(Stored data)

def build_project(project_path: str | Path, outdir: str | Path, *, section: str | None = None,
                  method: str | None = None, ve: float | None = None, warn: Warn | None = None,
                  timings: dict[str, float] | None = None,
                  workers: int | None = None,
                  summaries: dict[Path, KeyFigures] | None = None,
                  progress: Progress | None = None, note: Warn | None = None,
                  sheet: str | None = None, scale: float | str | None = None,
                  portrait: bool | None = None) -> list[Path]:
    """Build every section of a project (or the one named) into ``outdir/<name>/``.

    Returns the section folders written. ``timings``, when given, receives the wall
    time of each stage (see ``STAGES``). The drafts are constructed one after the
    other; their outputs (figures, GeoPackages, checks) are written in up to
    ``workers`` processes at once (default: one per CPU core, where the system can
    fork). All or nothing: the section folders replace earlier builds only once
    every section has been written, so a failure leaves OUTDIR as it was.

    ``summaries``, when given, receives the key figures of each section's checks
    (:func:`mapsection.checks.key_figures`) by section folder. ``sheet``, ``scale`` and
    ``portrait`` override each section's figure settings (see :func:`sheet_options`).

    ``progress(section, stage)`` is told each stage as it starts; ``note`` receives
    what the build says that is not a warning (waiting for another build into
    OUTDIR, temporary folders of a killed build removed).

    Raises OutputError (before anything is read or written) when OUTDIR is empty
    or a section folder would be, or would hold, an input, or when a section
    folder is there and is not a previous build (see :mod:`mapsection.outputs`).
    """
    from .outputs import check_build_target, check_output, project_inputs
    from .render.sheet import parse_scale, sheet_name

    if sheet is not None:
        sheet = sheet_name(sheet)
    if scale is not None:
        scale = parse_scale(scale)
    warn = warn or _default_warn
    note = note or (lambda message: None)
    progress = progress if progress is not None else _listener
    check_output(outdir, ())  # an empty OUTDIR would be the current folder
    with _stage(timings, "load"):
        if progress is not None:
            progress("", "reading the project file")
        project = load_project(project_path, warn)
        specs = [project.section(section)] if section is not None else list(project.sections)
        specs = [_overridden(spec, method, ve) for spec in specs]  # checked once, here
        if ve is not None:
            from .settings import large_note

            if (large := large_note("ve", ve)) is not None:
                warn(f"--ve: {large}")
        outdir = Path(outdir)
        if outdir.exists() and not outdir.is_dir():
            raise OutputError(f"{outdir}: exists and is not a folder")
        created = not outdir.exists()
        sources = project_inputs(project)
        targets = [outdir / _folder_name(spec.name) for spec in specs]
        for spec, target in zip(specs, targets, strict=True):
            check_build_target(target, sources, spec.name)  # refused before anything is made
        try:
            outdir.mkdir(parents=True, exist_ok=True)
        except OSError as exc:
            raise OutputError(f"{outdir}: cannot create the output folder ({exc.strerror})") \
                from None
    try:
        with contextlib.ExitStack() as folders_in_progress:
            # One build at a time writes into OUTDIR: a second one waits here.
            def waiting(message: str) -> None:
                note(message)
                if progress is not None:
                    progress("", "waiting for another build into the output folder")

            folders_in_progress.enter_context(folder_lock(outdir, waiting=waiting,
                                                          create=True))
            for gone in remove_stale(outdir):
                note(f"removed {gone}, left by a build that was stopped")
            for spec, target in zip(specs, targets, strict=True):
                check_build_target(target, sources, spec.name)  # again: it may have changed
            with _stage(timings, "load"):
                if progress is not None:
                    progress("", "reading the map, the attitudes and the DEM")
                # Only the neighbourhood of the sections built is read from the map.
                inputs = load_inputs(project, warn, specs)
                column_said: list[str] = []  # thickness = "map": said once, and in build.log

                def say(message: str) -> None:
                    column_said.append(message)
                    warn(message)

                try:
                    project = resolve_map_thicknesses(project, inputs, say)
                except BaseException:
                    inputs.close()
                    raise
                info = title_info(project, getattr(inputs.dem, "crs", None))
            jobs = []
            try:
                for spec, target in zip(specs, targets, strict=True):
                    said: list[str] = list(column_said)
                    with reporting(progress, spec.name):
                        (sd,) = _section_data(project, spec,
                                              _section_warn(warn, spec.name, said), inputs,
                                              timings)
                    tmp = folders_in_progress.enter_context(atomic_dir(target))
                    jobs.append(_Job(tmp, None, project, spec, said, target, None, None, info,
                                     sd, inputs.attitudes, (sheet, scale, portrait)))
            finally:
                # Closed before any fork: no GDAL file handle is shared with a worker.
                inputs.close()
            for job, said, job_timings, figures in _run_jobs(jobs, inputs.map_data,
                                                             _workers(workers), progress):
                for message in said[len(job.said):]:  # the checks' warnings, said in a worker
                    warn(_named(message, job.spec.name))
                if timings is not None:
                    for k, v in job_timings.items():
                        timings[k] = timings.get(k, 0.0) + v
                if summaries is not None:
                    summaries[job.target] = figures
    except BaseException:
        if created:
            with contextlib.suppress(OSError):
                outdir.rmdir()  # only if still empty
        raise
    if progress is not None:
        progress("", "")  # done
    return [job.target for job in jobs]
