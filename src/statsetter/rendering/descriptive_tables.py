"""The descriptives table ("Table 1") as a TableModel, in a style.

Rows follow docs/reporting-rules.md "Tables": categorical rows as n (%) under the
variable's name, continuous rows as M (SD), ordinal rows as Mdn (IQR). Column
heads carry each group's n and the Total's N; a spanner names the grouping
variable. The note defines every abbreviation the table uses, says what the
percentages are of and when they do not total 100, names the test behind each
p (specific notes, superscript letters), and states weighting and suppression.
"""

from __future__ import annotations

import re
from decimal import Decimal
from typing import TYPE_CHECKING

from ..style.numbers import Numbers, numbers_for, round_half_up
from ..style.profile import Style, load_style
from ..styled import StyledText, escape_markup
from .sentences import eponyms
from .tables import Column, Row, Spanner, TableModel

if TYPE_CHECKING:
    import numpy as np

    from ..records import Description, VariableSummary

_OPS = {"=": "", "<": "&lt; ", ">": "&gt; "}
_ABBREVIATIONS = {
    "N": "number of cases in the sample",
    "n": "number of cases in a group or category",
    "M": "mean",
    "SD": "standard deviation",
    "Mdn": "median",
    "IQR": "interquartile range, given as first–third quartile",
    "SMD": "absolute standardised mean difference (Austin, 2009; Yang &amp; Dalton, 2012, for categorical variables)",
}
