def test_a_measures_means_by_category_give_each_variables_f(tmp_path):
    """A measure's mean ± SD by the categories of each variable, the variable's F/t on its first row: one-way ANOVA's F
    from the printed means, SDs and n's (their digits a range), on (k − 1, N − k) df. The journal's Table 1 reads clean
    but for two rows: Smoking's 0.18, which its means give neither as t (about 0.13, whose p is the printed .893) nor
    as F, and Household registration's 1.361, whose means give F of about 0.15 (its p follows from the 1.361). scipy's
    one-way ANOVA from the same summaries is the reference for the clean rows. Before, the table was not read."""
    path = tmp_path / "t.md"
    path.write_text(_CATEGORY_MEANS, encoding="utf-8")
    entries = {e.found: e for e in audit_file(path)}
    assert len(entries) == 8
    flagged = {found: e.codes for found, e in entries.items() if e.codes}
    assert flagged == {"F(1, 288) = 0.18, p = 0.893": ["p-does-not-follow", "means-do-not-fit"], "F(1, 288) = 1.361, p = 0.244": ["means-do-not-fit"]}
    assert "F(3, 286) = 3.493, p = 0.016" in entries and "F(2, 287) = 15.308, p < 0.001" in entries
    # the same table headed "F" (read then by the table's F column): the means and the n's df serve it alike
    path.write_text(_CATEGORY_MEANS.replace("| F/t value |", "| F |"), encoding="utf-8")
    headed_f = {e.found: e.codes for e in audit_file(path) if e.codes}
    assert headed_f == {"F = 0.18, p = 0.893": ["p-does-not-follow", "means-do-not-fit"], "F = 1.361, p = 0.244": ["means-do-not-fit"]}
    path.write_text(_CATEGORY_MEANS, encoding="utf-8")
    # the suggestion does not recompute a p from a value its means do not give (the printed p is the means' own)
    assert entries["F(1, 288) = 0.18, p = 0.893"].suggestion == "F(1, 288) = 0.18 (p left out: the statistic itself does not follow from the table's numbers beside it)"

    def f_from(groups):  # one-way ANOVA from means, SDs and n's (definition), checked against the printed F
        total = sum(n for _, _, n in groups)
        grand = sum(m * n for m, _, n in groups) / total
        between = sum(n * (m - grand) ** 2 for m, _, n in groups) / (len(groups) - 1)
        within = sum((n - 1) * s * s for _, s, n in groups) / (total - len(groups))
        return between / within

    assert abs(f_from([(6.24, 4.08, 42), (8.57, 4.86, 84), (10.26, 4.17, 164)]) - 15.308) < 0.1
    assert abs(stats.t.sf(abs((9.24 - 9.16) / math.sqrt(((81 * 4.67**2 + 207 * 4.56**2) / 288) * (1 / 82 + 1 / 208))), 288) * 2 - 0.893) < 0.002


def test_two_groups_means_give_the_t_beside_them(tmp_path):
    """Two groups' mean ± SD in their columns under heads with their n, the t in its column: |t| from the printed means,
    SDs and n's by Student's or Welch's test. pingouin's penguins (body mass and flipper length by sex, scipy's t tests)
    printed as a Table 1: clean; a mutated t is found; a table whose heads name occasions ("Baseline | Follow-up") is not
    held to it (a paired t needs the correlation)."""
    import pingouin as pg

    d = pg.read_dataset("penguins").dropna()
    female, male = (d[d["sex"] == s] for s in ("female", "male"))
    lines = ["Table 1. Penguins by sex", "", f"| Measure | Female (n = {len(female)}) | Male (n = {len(male)}) | t | p |", "|---|---|---|---|---|"]
    for column in ("body_mass_g", "flipper_length_mm", "bill_depth_mm"):
        a, b = female[column], male[column]
        t, p = stats.ttest_ind(a, b, equal_var=(column != "body_mass_g"))  # (Welch's for body mass)
        lines.append(f"| {column} | {a.mean():.1f} ± {a.std():.1f} | {b.mean():.1f} ± {b.std():.1f} | {t:.2f} | {max(p, 0.001):.3f} |")
    text = "\n".join(lines) + "\n"
    path = tmp_path / "t.md"
    path.write_text(text.replace("| 0.001 |", "| < .001 |"), encoding="utf-8")
    entries = audit_file(path)
    assert len(entries) == 3 and not any("means-do-not-fit" in e.codes for e in entries)
    mutated = text.replace(lines[-1].split(" | ")[3], f"{float(lines[-1].split(' | ')[3]) + 1.5:.2f}").replace("| 0.001 |", "| < .001 |")
    path.write_text(mutated, encoding="utf-8")
    assert sum("means-do-not-fit" in e.codes for e in audit_file(path)) == 1
    path.write_text(mutated.replace("Female (n", "Baseline (n").replace("Male (n", "Follow-up (n"), encoding="utf-8")
    assert not any("means-do-not-fit" in e.codes for e in audit_file(path))
    # the same means with their standard errors after ± ("mean ± SE" in the caption): not taken for SDs
    with_se = text
    for column in ("body_mass_g", "flipper_length_mm", "bill_depth_mm"):
        a, b = female[column], male[column]
        with_se = with_se.replace(f"{a.mean():.1f} ± {a.std():.1f}", f"{a.mean():.1f} ± {a.std() / math.sqrt(len(a)):.1f}")
        with_se = with_se.replace(f"{b.mean():.1f} ± {b.std():.1f}", f"{b.mean():.1f} ± {b.std() / math.sqrt(len(b)):.1f}")
    path.write_text(with_se.replace("Penguins by sex", "Penguins by sex (mean ± SE)").replace("| 0.001 |", "| < .001 |"), encoding="utf-8")
    assert not any("means-do-not-fit" in e.codes for e in audit_file(path))
    path.write_text(with_se.replace("| 0.001 |", "| < .001 |"), encoding="utf-8")  # (unsaid, the SEs would be taken for SDs)
    assert any("means-do-not-fit" in e.codes for e in audit_file(path))


def test_a_published_table_whose_ts_its_means_do_not_give(tmp_path):
    """PMC10964721's Table of baseline scores (tests/real_typings.py): two groups of 45, each score's mean ± SD, t and p.
    None of its ten t's follows from the means and SDs beside it (the ZBI row's means, 39.23 ± 7.23 and 41.56 ± 7.34,
    give |t| of about 1.52; it prints −0.255) — each a means-do-not-fit warning, beside the p's that do not follow from
    the t's (found before). PMC12588921's table of the same kind — the groups' n in a second header row under "Group
    (mean ± SD) | t | p" —, whose t's fit, reads clean; a mutated t there is found."""
    import real_typings

    def table_text(source):
        table = next(t for t in real_typings.ITEMS if isinstance(t, real_typings.Table) and t.source == source)
        head, *body = table.rows
        lines = [table.caption, "", "| " + " | ".join(head) + " |", "|" + "---|" * len(head)]
        return "\n".join(lines + ["| " + " | ".join(row) + " |" for row in body]) + "\n"

    path = tmp_path / "t.md"
    path.write_text(table_text("pmc10964721"), encoding="utf-8")
    entries = audit_file(path)
    assert len(entries) == 10 and all("means-do-not-fit" in e.codes for e in entries)
    zbi = next(e for e in entries if e.found.startswith("t = −0.255"))
    assert "they give |t|: Student's 1.510 to 1.525" in zbi.message
    path.write_text(table_text("pmc12588921"), encoding="utf-8")
    entries = audit_file(path)
    assert len(entries) == 2 and not any("means-do-not-fit" in e.codes for e in entries)
    path.write_text(table_text("pmc12588921").replace("−4.763", "−2.763"), encoding="utf-8")  # (a mutation)
    assert sum("means-do-not-fit" in e.codes for e in audit_file(path)) == 1


# an abstract on severe acute exacerbation of chronic hepatitis B (as a journal database's page gives it:
# http://218.28.6.71:81/Qikan/Search/Index?key=K%3D%EF%BC%9ASevere%2Bhepatitis%EF%BC%9BRisk%2Bfactor%EF%BC%9BCase-control%2Bstudy)
_AUC_SENTENCE = ("The area under the receiver operating characteristic of the AE model [0.844, 95%confidence interval(CI): 0.779-0.896] was "
                 "significantly higher than that of MELD score(0.690, 95%CI: 0.613-0.760, P < 0.05) in predicting the development of ACLF.")


def test_an_estimate_with_its_labelled_interval_after_a_comma(tmp_path):
    """An estimate followed by a comma and its labelled interval ("0.844, 95%confidence interval(CI): 0.779-0.896", an
    AUC as an abstract gives it) is held to its interval, as one with the interval in brackets after it is; the P after
    the second interval is the comparison's, not the AUC's. A mutated interval that excludes its AUC is found; a t's own
    interval after its p stays the t's."""
    path = tmp_path / "t.md"
    path.write_text(_AUC_SENTENCE + "\n\nThe effect was reliable, t(38) = 2.14, p = .039, 95% CI [0.10, 4.20].\n", encoding="utf-8")
    found = {e.found: e for e in audit_file(path)}
    assert {"0.844, 95%confidence interval(CI): 0.779-0.896", "0.690, 95%CI: 0.613-0.760", "t(38) = 2.14, p = .039, 95% CI [0.10, 4.20]"} <= set(found)
    assert not found["0.844, 95%confidence interval(CI): 0.779-0.896"].codes and not found["0.690, 95%CI: 0.613-0.760"].codes
    path.write_text("The ICC was .78, 95% CI [.70, .84].\n", encoding="utf-8")  # (ours: a quantity named in words, whose
    (icc,) = audit_file(path)  # leading zero is the words' to say — not judged, as in the bracketed form)
    assert icc.found == ".78, 95% CI [.70, .84]" and not icc.codes
    path.write_text(_AUC_SENTENCE.replace("0.779-0.896", "0.879-0.896"), encoding="utf-8")
    bad = next(e for e in audit_file(path) if e.found.startswith("0.844"))
    assert bad.codes == ["ci-excludes-estimate"]


def test_three_groups_means_give_the_f_beside_them(tmp_path):
    """Three groups' mean ± SD in their columns with an F column: one-way ANOVA's F from the printed means, SDs and n's.
    pingouin's penguins by species (scipy's f_oneway as the reference) read clean; a mutated F is found; where the note
    says the F is Welch's ANOVA's, an F of three groups is held to Welch's ANOVA alone (tests/test_audit_mean_columns.py
    holds Welch's F itself to pingouin's welch_anova)."""
    import pingouin as pg

    d = pg.read_dataset("penguins").dropna()
    species = ["Adelie", "Chinstrap", "Gentoo"]
    groups = [d[d["species"] == s] for s in species]
    head = " | ".join(f"{s} (n = {len(g)})" for s, g in zip(species, groups))
    lines = ["Table 2. Measures by species", "", f"| Measure | {head} | F | p |", "|" + "---|" * 6]
    for column in ("bill_length_mm", "body_mass_g"):
        f, p = stats.f_oneway(*(g[column] for g in groups))
        cells = " | ".join(f"{g[column].mean():.1f} ± {g[column].std():.1f}" for g in groups)
        lines.append(f"| {column} | {cells} | {f:.2f} | {'< .001' if p < 0.001 else f'{p:.3f}'} |")
    text = "\n".join(lines) + "\n"
    path = tmp_path / "t.md"
    path.write_text(text, encoding="utf-8")
    entries = audit_file(path)
    assert len(entries) == 2 and not any(e.codes for e in entries)
    typed = lines[-1].split(" | ")[4]
    mutated = text.replace(f"| {typed} |", f"| {float(typed) * 1.2:.2f} |")
    path.write_text(mutated, encoding="utf-8")
    assert sum("means-do-not-fit" in e.codes for e in audit_file(path)) == 1
    path.write_text(mutated + "\nNote. F from Welch's ANOVA.\n", encoding="utf-8")
    (found,) = [e for e in audit_file(path) if "means-do-not-fit" in e.codes]
    assert "Welch's ANOVA's" in found.message and "one-way" not in found.message, found.message


# Wikipedia, "Mann–Whitney U test", Example statement of results (after Fritz, Morris & Richler, 2012, J Exp Psychol Gen)
_U_TYPED = ("Median latencies in groups E and C were 153 and 247 ms; the distributions in the two groups differed significantly "
            "(Mann–Whitney U = 10.5, n1 = n2 = 8, P < 0.05 two-tailed).")


def test_a_mann_whitney_us_p_against_its_group_sizes(tmp_path):
    """A Mann–Whitney U's p is held to the group sizes its sentence gives: no larger than the largest two-sided p of the
    exact test (its distribution counted exactly; scipy's method="exact" agrees on 300 random untied samples) and the
    normal approximation with or without continuity correction — ties and a one-sided test only lower it. The example
    sentence agrees; its p mutated to .30 does not (U = 10.5 of 64 gives about .02)."""
    from statsetter.audit.checks import _u_counts

    x, y = [1, 4, 6, 9, 13, 15, 18, 22], [2, 3, 5, 7, 8, 10, 11, 12]
    exact = stats.mannwhitneyu(x, y, method="exact")
    u = min(exact.statistic, 64 - exact.statistic)
    assert abs(2 * sum(_u_counts(8, 8)[: int(u) + 1]) / math.comb(16, 8) - exact.pvalue) < 1e-12
    path = tmp_path / "t.md"
    path.write_text(_U_TYPED + "\n", encoding="utf-8")
    assert not any("p-does-not-follow" in e.codes for e in audit_file(path))
    path.write_text(_U_TYPED.replace("P < 0.05", "P = 0.30") + "\n", encoding="utf-8")
    (bad,) = [e for e in audit_file(path) if "p-does-not-follow" in e.codes]
    assert "with n₁ = 8 and n₂ = 8" in bad.message and "the exact test" in bad.message


# PMC10547446 (Ann Med 2023;55(2):2261111), Table 1: each row two groups' positive and negative counts (n%) side by side
# under the groups' spanners, the row's χ² and P after them
_OUTCOME_PAIRS = """Table 1. Detection of mSDC2 test in the high-risk and physical examination groups based on gender and age.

:: TASK GOAL ::
Extract the first line above and each line after it up to and including the one with "Returns the section", please, exactly and with nothing else.

:: ANSWER BOX ::
def build_project(project_path: str | Path, outdir: str | Path, *, section: str | None = None,
                  method: str | None = None, ve: float | None = None, warn: Warn | None = None,
                  timings: dict[str, float] | None = None,
                  workers: int | None = None,
                  summaries: dict[Path, KeyFigures] | None = None,
                  progress: Progress | None = None, note: Warn | None = None,
                  sheet: str | None = None, scale: float | str | None = None,
                  portrait: bool | None = None) -> list[Path]:
    """Build every section of a project (or the one named) into ``outdir/<name>/``.

    Returns the section folders written. ``timings``, when given, receives the wall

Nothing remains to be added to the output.